Sandra Idossou sur la non répression des sachets plastiques : « L’engouement pour les masques réutilisables prouvent que si on veut, on le peut »

Fulbert ADJIMEHOSSOU 5 juin 2020

Engagée dans la lutte contre les sachets plastiques, Sandra Idossou est sidérée par l’enthousiasme des Béninois à produire des masques en tissu pour faire face à la pandémie. Une volonté qui, dit-elle, est encore indispensable dans la lutte contre les emballages plastiques et pour la laquelle la loi votée passe sous silence.

5 juin 2020. On célèbre la Journée mondiale de l’Environnement. La pollution plastique persiste malgré la loi. Quel est votre état d’âme ?
Dans quelques mois nous allons fêter les trois ans du vote de cette loi sur les sachets plastiques au Bénin. Malheureusement, rien n’a évolué depuis. C’est triste de savoir que cette foi qu’on avait en nos autorités, malheureusement, au niveau de la mise en application de cette loi, rien n’a été fait. Je ne saurai dire malheureusement ce qui justifie cela. Mais tout est une question de volonté. On a bien vu dans ce pays que quand on veut quelque chose, on sait trouver des solutions. C’est probablement qu’il n’y a pas assez de volonté ou qu’il y ait un lobbying d’industriels derrière la non application. C’est très triste parce que nous avions cru qu’il y avait de la bonne volonté pour changer les choses en matière de protection de l’environnement. Si nos autorités décident aujourd’hui qu’on n’ait plus de sachets, nous n’en aurons pas. On a vu que quand ils ont la volonté et qu’ils croient en quelque chose, ils arrivent à trouver les moyens. Pour moi, il n’y a pas eu assez de volonté. Je ne pense pas que ce soit un manque de moyens.

Parlant de volonté, les Béninois n’ont pas hésité à se trouver des masques en tissu quand il s’est agi de se protéger contre la Covid-19. Beaucoup en tirent des revenus. N’est-ce pas possible de trouver, aussi des alternatives aux sachets plastiques et de créer des emplois ?
Le fait que du jour au lendemain, les Béninois se soient mis aux masques réutilisables prouvent une fois encore que si on veut, on le peut. Par contre, il faut faire très attention. Tout ce qui est vendu aux abords de nos routes ne respecte les règles de sécurité. Il y en a quelques-uns qui les respectent. Je salue l’effort de ceux qui travaillent pour que les Béninois aient des masques de tissu pour éviter de continuer à déposer des tonnes de masques jetables dans la nature. Quand on sait que dans notre pays, les déchets ne sont pas traités, malheureusement, il nous arrive d’en trouver sur les bords de nos routes. C’est aussi une question de responsabilité individuelle et collective.
Par rapport aux sachets en tissu, je crois qu’on peut avoir le même engouement. Le jour où les sachets ne seront pas disponibles pour emballer nos produits, vous verrez que nous allons nous tourner vers les emballages alternatifs. Pour moi, c’est la facilité de trouver un sachet plastique qui fait que les Béninois n’arrivent pas à utiliser d’autres emballages autres que les plastiques.

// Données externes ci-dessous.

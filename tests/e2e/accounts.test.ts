// Accounts end to end at a phone's size: a manager invites someone on People, the invitation mail
// is delivered by the real outbox worker to the fake SMTP server, the link sets a password and the
// new person signs in; the forgotten-password flow the same way. Plus the manager's other screens
// in this area: changing a person, the Outbox and Reports.
import path from 'node:path';
import type { Page } from 'playwright-core';
import { OutboxWorker } from '../../server/mail/outbox';
import { createTransport } from '../../server/mail/transport';
import { addDaysIso, todayIso } from '../../server/services/dates';
import { insertItem, qualify } from '../helpers/gear';
import { createPerson, uniqueEmail, uniqueWord } from '../helpers/test-app';
import { e2eSuite, newPage, PHONE, SCREENSHOT_DIR, signInThroughUi, WIDE, expectAccessible } from '../helpers/e2e';

const suite = e2eSuite();
let worker: OutboxWorker;
// Other suites may have left a backlog of queued mail in the shared test database.
const MAIL_WAIT_MS = 150_000;
const DRAINABLE_BACKLOG = 300;
const MAIL_TEST_TIMEOUT_MS = 240_000;
let manager: { id: number; email: string; password: string };
beforeAll(async () => {
  worker = new OutboxWorker(suite.server.db, createTransport(suite.server.smtp.url), 'Voltcrib <voltcrib@localhost>');
  manager = await createPerson(suite.server.db, { role: 'manager', name: 'Maren Okafor' });
});

/**
 * The mail to `to`, as delivered: the real outbox worker drains the queue into this server's fake
 * SMTP until it arrives. The test database may be shared with suites running at the same time:
 * their workers can deliver ours to their own fake SMTP (the row then reads "sent"), and a backlog
 * of their queued mail can sit ahead of ours. Past DRAINABLE_BACKLOG rows the queued row's own text
 * is used instead of waiting (with a warning), so the link is still the one the mail carries.
 */
async function mailTo(to: string, subject: string): Promise<string> {
  const deadline = Date.now() + MAIL_WAIT_MS;
  while (Date.now() < deadline) {
    const received = suite.server.smtp.list().find((m) => m.to.includes(to) && m.subject === subject);
    if (received) return received.text;
    const row = await suite.server.db('outbox').where({ to_address: to, subject }).orderBy('id', 'desc').first('id', 'state', 'text_body');
    if (row) {
      const ahead = await suite.server.db('outbox').where('state', 'pending').andWhere('id', '<', row.id).count({ n: '*' }).first();
      if (row.state === 'sent' || Number(ahead?.n) > DRAINABLE_BACKLOG) {
        console.warn(`mail to ${to} read from the outbox row (${row.state}, ${Number(ahead?.n)} queued ahead of it)`);
        return suite.server.smtp.list().find((m) => m.to.includes(to) && m.subject === subject)?.text ?? String(row.text_body);
      }
    }
    const { sent, failed } = await worker.drain(20);
    if (sent === 0 && failed === 0) await new Promise((resolve) => setTimeout(resolve, 200));
  }
  throw new Error(`no "${subject}" mail to ${to}`);
}

function linkIn(text: string, route: 'invitation' | 'reset-password'): string {
  const match = text.match(new RegExp(`https?://\\S+/${route}/[A-Za-z0-9_-]+`));
  if (!match) throw new Error(`no ${route} link in: ${text}`);
  return match[0];
}

async function signInExpectingFailure(page: Page, email: string, password: string) {
  await page.goto(`${suite.server.baseUrl}/sign-in`, { waitUntil: 'load' });
  await page.getByTestId('sign-in-email').fill(email);
  await page.getByTestId('sign-in-password').fill(password);
  await page.getByTestId('sign-in-submit').click();
  await page.getByTestId('sign-in-error').waitFor({ timeout: 15_000 });
}

describe('an invitation', () => {
  it(
    'is sent from People, sets a password through its link, and the new person signs in',
    async () => {
      const email = uniqueEmail('invitee');
      const managerView = await newPage(suite.browser.browser, PHONE);
      try {
        const page = managerView.page;
        await signInThroughUi(page, suite.server.baseUrl, manager.email, manager.password);
        await page.goto(`${suite.server.baseUrl}/people`, { waitUntil: 'load' });
        await page.getByTestId('people-invite-open').click();
        await page.getByTestId('people-invite-submit').click();
        // The shared invitation schema speaks before anything is sent.
        await expect(page.getByTestId('invite-email-error').textContent()).resolves.toBe('Enter a valid e-mail address');
        await page.getByTestId('invite-name').fill('Odile Varga');
        await page.getByTestId('invite-email').fill(email);
        await page.getByTestId('invite-role-member').click();
        await page.screenshot({ path: path.join(SCREENSHOT_DIR, 'people-invite-phone.png') });
        await page.getByTestId('people-invite-submit').click();
        await expect(page.getByTestId('people-invite-sent').textContent()).resolves.toContain(email);
        const invited = await suite.server.db('people').where({ email }).first('id', 'role', 'password_hash');
        expect(invited).toMatchObject({ role: 'member', password_hash: null });

        // Inviting the same e-mail again is refused on the e-mail field.
        await page.getByTestId('people-invite-sent-dismiss').click();
        await page.getByTestId('people-invite-open').click();
        await page.getByTestId('invite-name').fill('Odile Varga');
        await page.getByTestId('invite-email').fill(email);
        await page.getByTestId('people-invite-submit').click();
        await expect(page.getByTestId('invite-email-error').textContent()).resolves.toContain('already in Voltcrib');
      } finally {
        await managerView.context.close();
      }

      const link = linkIn(await mailTo(email, 'You are invited to Voltcrib'), 'invitation');
      const { context, page } = await newPage(suite.browser.browser, PHONE);
      try {
        await page.goto(link, { waitUntil: 'load' });
        await page.getByTestId('invitation-screen').waitFor();
        await expectAccessible(page, 'invitation');
        await page.getByTestId('invitation-password').fill('kestrel hall bench four');
        await page.getByTestId('invitation-confirm').fill('kestrel hall bench for');
        await page.getByTestId('invitation-submit').click();
        await expect(page.getByTestId('invitation-confirm-error').textContent()).resolves.toBe('The two passwords differ');
        await page.getByTestId('invitation-confirm').fill('kestrel hall bench four');
        await page.getByTestId('invitation-submit').click();
        await page.getByTestId('invitation-done').waitFor({ timeout: 15_000 });
        await page.screenshot({ path: path.join(SCREENSHOT_DIR, 'invitation-done-phone.png') });
        await page.getByTestId('invitation-done-sign-in').click();
        await page.getByTestId('sign-in-email').fill(email);
        await page.getByTestId('sign-in-password').fill('kestrel hall bench four');
        await page.getByTestId('sign-in-submit').click();
        await page.getByTestId('today-screen').waitFor({ timeout: 20_000 });
        await expectAccessible(page, 'today');
      } finally {
        await context.close();
      }

      // The link worked once.
      const again = await newPage(suite.browser.browser, PHONE);
      try {
        await again.page.goto(link, { waitUntil: 'load' });
        await again.page.getByTestId('invitation-password').fill('another long password');
        await again.page.getByTestId('invitation-confirm').fill('another long password');
        await again.page.getByTestId('invitation-submit').click();
        await expect(again.page.getByTestId('invitation-expired').textContent()).resolves.toContain('used or has expired');
      } finally {
        await again.context.close();
      }
    },
    MAIL_TEST_TIMEOUT_MS,
  );
});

Pensez-vous que quelque chose va changer après la Covid au profit de l’Environnement ?
C’est vrai que quand il y a eu le confinement, on s’est tous émerveillés du fait qu’au moins, pour quelques temps l’environnement allait respirer un peu. C’est vrai qu’il y a eu moins de voyage et donc moins de pollution. Malheureusement, en regardant ce qui se passe, on se rend compte que cette période de pandémie a aussi causé beaucoup de dégâts. C’est-à-dire les déchets qui ont été générés dans la riposte de la Covid-19, les déchets médicaux, les masques de protection, les combinaisons. Je me demande ce que notre environnement va devenir avec ces déchets. Au cours de cette journée dédiée à l’environnement, j’ai encore un peu plus peur.

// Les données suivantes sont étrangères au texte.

// Ticks at 1, 2, 2.5 or 5 times a power of ten from 0 (or `lo`) up to the first tick at or
// above `hi`, about `target` of them.
Ticks nice_ticks(double lo, double hi, int target) {
  if (!(hi > lo)) hi = lo + 1.0;
  const double raw = (hi - lo) / target;
  const double magnitude = std::pow(10.0, std::floor(std::log10(raw)));
  double step = 10.0 * magnitude;
  for (const double m : {1.0, 2.0, 2.5, 5.0}) {
    if (m * magnitude >= raw * (1.0 - 1e-9)) {
      step = m * magnitude;
      break;
    }
  }
  Ticks ticks;
  while (ticks.decimals < 8) {
    const double scaled = step * std::pow(10.0, ticks.decimals);
    if (std::fabs(scaled - std::round(scaled)) < 1e-6) break;
    ++ticks.decimals;
  }
  const double first = std::ceil(lo / step - 1e-9) * step;
  ticks.top = std::ceil(hi / step - 1e-9) * step;
  for (double v = first; v <= ticks.top + step * 1e-6; v += step) ticks.values.push_back(v);
  return ticks;
}

// The top of a value axis from 0: a little headroom over the largest value, and a unit axis
// when everything is zero.
double axis_top(double max) { return max > 0.0 ? max * 1.04 : 1.0; }

struct BarSet {
  std::vector<double> x0, x1, v;
  const char* colour;
};

struct LineSet {
  std::vector<double> x, v;
  std::vector<bool> pen_up;  ///< start a new stroke here (after missing values)
  const char* colour;
  double width = 1.4;
  std::string dash;
  bool markers = false;
};

struct RefLine {
  double value;
  const char* colour;
  std::string dash;
  std::string label;
};

struct BandSet {
  std::vector<double> x0, x1;
  const char* colour;
  double opacity;
};

struct LegendEntry {
  enum Kind { kBar, kLine, kBand, kMark } kind;
  const char* colour;
  std::string dash;
  std::string label;
  double opacity = 1.0;
};

struct Panel {
  std::string title;
  double height = 150.0;
  std::optional<double> y_top;
  std::string tick_suffix;
  std::vector<BandSet> bands;
  std::vector<BarSet> bars;
  std::vector<LineSet> lines;
  std::vector<RefLine> refs;
  std::vector<double> marks;  ///< times marked by a short tick along the top (event starts)
  const char* mark_colour = kBlack;
  std::vector<LegendEntry> legend;

  double data_max() const {
    double m = 0.0;
    for (const auto& b : bars) {
      for (const double v : b.v) m = std::max(m, v);
    }
    for (const auto& l : lines) {
      for (const double v : l.v) {
        if (!std::isnan(v)) m = std::max(m, v);
      }
    }
    for (const auto& r : refs) m = std::max(m, r.value);
    return m;
  }
};

void svg_open(std::string& out, const std::string& id, double height, const std::string& label) {
  out += "<svg id=\"" + id + "\" class=\"chart\" viewBox=\"0 0 " + px(kFigureWidth) + " " +
         px(height) + "\" role=\"img\" aria-labelledby=\"" + id + "-t\"><title id=\"" + id +
         "-t\">" + escape(label) + "</title>\n";
}

void svg_text(std::string& out, double x, double y, const std::string& text,
              const char* anchor = "start", const char* cls = nullptr) {
  out += "<text x=\"" + px(x) + "\" y=\"" + px(y) + "\"";
  if (std::string_view(anchor) != "start") out += std::string(" text-anchor=\"") + anchor + "\"";
  if (cls != nullptr) out += std::string(" class=\"") + cls + "\"";
  out += ">" + text + "</text>";
}

void svg_line(std::string& out, double x1, double y1, double x2, double y2, const char* colour,
              double width, const std::string& dash = "") {
  out += "<line x1=\"" + px(x1) + "\" y1=\"" + px(y1) + "\" x2=\"" + px(x2) + "\" y2=\"" + px(y2) +
         "\" stroke=\"" + colour + "\" stroke-width=\"" + fixed(width, 1) + "\"";
  if (!dash.empty()) out += " stroke-dasharray=\"" + dash + "\"";
  out += "/>";
}

void svg_rect(std::string& out, double x, double y, double w, double h, const char* fill,
              double opacity = 1.0) {
  out += "<rect x=\"" + px(x) + "\" y=\"" + px(y) + "\" width=\"" + px(std::max(w, 0.0)) +
         "\" height=\"" + px(std::max(h, 0.0)) + "\" fill=\"" + fill + "\"";
  if (opacity < 1.0) out += " fill-opacity=\"" + fixed(opacity, 2) + "\"";
  out += "/>";
}

double text_width(const std::string& s) {
  // Entities and multi-byte characters count as one glyph each.
  double n = 0.0;
  for (std::size_t i = 0; i < s.size(); ++i) {
    const auto c = static_cast<unsigned char>(s[i]);
    if (c == '&') {
      i = s.find(';', i);
      if (i == std::string::npos) break;
    } else if ((c & 0xC0) == 0x80) {
      continue;
    }
    n += 1.0;
  }
  return n * kCharWidth;
}

// Legend entries laid out right-aligned, ending at `right`, on one row at baseline `y`.
void svg_legend(std::string& out, const std::vector<LegendEntry>& entries, double right, double y) {
  double width = 0.0;
  for (const auto& e : entries) width += 18.0 + 5.0 + text_width(e.label) + 16.0;
  double x = right - width + 16.0;
  for (const auto& e : entries) {
    switch (e.kind) {
      case LegendEntry::kBar:
        svg_rect(out, x + 3, y - 10, 12, 11, e.colour);
        break;
      case LegendEntry::kBand:
        svg_rect(out, x, y - 11, 18, 13, e.colour, e.opacity);
        break;
      case LegendEntry::kMark:
        svg_line(out, x + 9, y - 11, x + 9, y + 1, e.colour, 2.0);
        break;
      case LegendEntry::kLine:
        svg_line(out, x, y - 4, x + 18, y - 4, e.colour, 2.0, e.dash);
        break;
    }
    svg_text(out, x + 23, y, escape(e.label), "start", "legend");
    x += 18.0 + 5.0 + text_width(e.label) + 16.0;
  }
}

double legend_width(const std::vector<LegendEntry>& entries) {
  double width = 0.0;
  for (const auto& e : entries) width += 18.0 + 5.0 + text_width(e.label) + 16.0;
  return width;
}

/// Stacked panels over one time axis.
class TimeFigure {
 public:
  TimeFigure(double t_lo, double t_hi) : t_lo_(t_lo), t_hi_(t_hi) {}
  Panel& add(std::string title, double height) {
    panels_.push_back(Panel{});
    panels_.back().title = std::move(title);
    panels_.back().height = height;
    return panels_.back();
  }
  std::string svg(const std::string& id, const std::string& label) const;

 private:
  double t_lo_, t_hi_;
  std::vector<Panel> panels_;
};

std::string TimeFigure::svg(const std::string& id, const std::string& label) const {
  std::vector<double> headers;
  double height = 0.0;
  for (const auto& p : panels_) {
    const bool wrap = text_width(p.title) + 24.0 + legend_width(p.legend) > kPlotRight - 8.0;
    headers.push_back(wrap ? 2.0 * kPanelHeader - 6.0 : kPanelHeader);
    height += headers.back() + p.height + kPanelGap;
  }
  height += kTimeAxisHeight - kPanelGap;
  std::string out;
  svg_open(out, id, height, label);
  const Linear x{t_lo_, t_hi_, kPlotLeft, kPlotRight};
  const auto ticks = time_ticks(static_cast<std::int64_t>(std::ceil(t_lo_)),
                                static_cast<std::int64_t>(std::floor(t_hi_)), 10);
  double y = 0.0;
  for (std::size_t k = 0; k < panels_.size(); ++k) {
    const Panel& p = panels_[k];
    svg_text(out, 8.0, y + 17.0, escape(p.title), "start", "ptitle");
    if (!p.legend.empty()) {
      svg_legend(out, p.legend, kPlotRight,
                 y + headers[k] - (headers[k] > kPanelHeader ? 8.0 : 9.0));
    }
    const double top = y + headers[k];
    const double bottom = top + p.height;
    const Ticks yt = nice_ticks(0.0, p.y_top ? *p.y_top : axis_top(p.data_max()), 4);
    const Linear ys{0.0, p.y_top ? *p.y_top : yt.top, bottom, top};
    const std::string clip = id + "-c" + std::to_string(k);
    out += "<clipPath id=\"" + clip + "\"><rect x=\"" + px(kPlotLeft) + "\" y=\"" + px(top - 1) +
           "\" width=\"" + px(kPlotRight - kPlotLeft) + "\" height=\"" + px(p.height + 1) +
           "\"/></clipPath>\n";
    for (const double v : yt.values) {
      if (p.y_top && v > *p.y_top + 1e-9) continue;
      if (v != 0.0) svg_line(out, kPlotLeft, ys(v), kPlotRight, ys(v), kGrid, 1.0);
      svg_text(out, kPlotLeft - 7.0, ys(v) + 4.0, fixed(v, yt.decimals) + p.tick_suffix, "end",
               "tick");
    }
    for (const auto& tick : ticks) {
      svg_line(out, x(static_cast<double>(tick.t)), top, x(static_cast<double>(tick.t)), bottom,
               kGrid, 1.0);
    }
    out += "<g clip-path=\"url(#" + clip + ")\">";
    for (const auto& b : p.bands) {
      for (std::size_t i = 0; i < b.x0.size(); ++i) {
        const double x0 = x(b.x0[i]);
        svg_rect(out, x0, top, std::max(x(b.x1[i]) - x0, 0.6), p.height, b.colour, b.opacity);
      }
    }
    for (const auto& b : p.bars) {
      for (std::size_t i = 0; i < b.v.size(); ++i) {
        const double x0 = x(b.x0[i]);
        const double w = x(b.x1[i]) - x0;
        const double gap = w > 4.0 ? 0.18 * w : 0.0;
        svg_rect(out, x0 + gap / 2.0, ys(b.v[i]), std::max(w - gap, 0.7), bottom - ys(b.v[i]),
                 b.colour);
      }
    }
    for (const auto& l : p.lines) {
      std::string d;
      for (std::size_t i = 0; i < l.v.size(); ++i) {
        d += (d.empty() || l.pen_up[i]) ? "M" : "L";
        d += px(x(l.x[i])) + " " + px(ys(l.v[i]));
      }
      if (!d.empty()) {
        out += "<path d=\"" + d + "\" fill=\"none\" stroke=\"" + l.colour + "\" stroke-width=\"" +
               fixed(l.width, 1) + "\" stroke-linejoin=\"round\"";
        if (!l.dash.empty()) out += " stroke-dasharray=\"" + l.dash + "\"";
        out += "/>";
      }
    }
    if (!p.marks.empty()) {
      // One tick per half pixel at most, however many events fall there.
      std::string d;
      double last = -1.0;
      for (const double m : p.marks) {
        const double mx = std::round(x(m) * 2.0) / 2.0;
        if (mx == last) continue;
        last = mx;
        d += "M" + px(mx) + " " + px(top) + "V" + px(top + 10.0);
      }
      out += "<path d=\"" + d + "\" stroke=\"" + p.mark_colour + "\" stroke-width=\"1.6\"/>";
    }
    out += "</g>\n";
    // Reference lines run across the plot and are named in the right margin; the names are
    // nudged apart when lines lie close together.
    std::vector<std::pair<double, std::size_t>> label_y;
    for (std::size_t i = 0; i < p.refs.size(); ++i) {
      const RefLine& r = p.refs[i];
      svg_line(out, kPlotLeft, ys(r.value), kPlotRight, ys(r.value), r.colour, 1.6, r.dash);
      label_y.emplace_back(ys(r.value) + 4.0, i);
    }
    std::sort(label_y.begin(), label_y.end());
    for (std::size_t i = 1; i < label_y.size(); ++i) {
      label_y[i].first = std::max(label_y[i].first, label_y[i - 1].first + 14.0);
    }
    for (const auto& [ly, i] : label_y) {
      svg_text(out, kPlotRight + 8.0, ly, escape(p.refs[i].label), "start", "reflabel");
    }
    svg_line(out, kPlotLeft, bottom, kPlotRight, bottom, kAxis, 1.0);
    y = bottom + kPanelGap;
  }
  const double axis = y - kPanelGap;
  for (const auto& tick : ticks) {
    const double tx = x(static_cast<double>(tick.t));
    svg_line(out, tx, axis, tx, axis + 5.0, kAxis, 1.0);
    svg_text(out, tx, axis + 19.0, escape(tick.label), "middle", "tick");
  }
  svg_text(out, (kPlotLeft + kPlotRight) / 2.0, axis + 40.0,
           "date and time (each value belongs to the interval that ends there)", "middle", "axis");
  out += "</svg>\n";
  return out;
}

Les Ecorununing reprennent quand ? Allez-vous changer de stratégies ?
Je n’ai aucune idée de quand les regroupements peuvent reprendre. Donc je ne saurai dire quand est-ce que nos Ecorunning vont reprendre. On verra sous quelle forme on pourra reprendre. Ecorunning, c’était pour sensibiliser les populations. Mais je pense qu’aujourd’hui, pour les fois à venir, il faut trouver un moyen de sensibiliser nos autorités à faire ce qu’elles doivent faire. Je ne pense pas que toute la responsabilité soit du fait des populations. S’il y a des sensibilisations à faire, c’est aller plutôt vers les autorités, celles qui doivent prendre les bonnes décisions.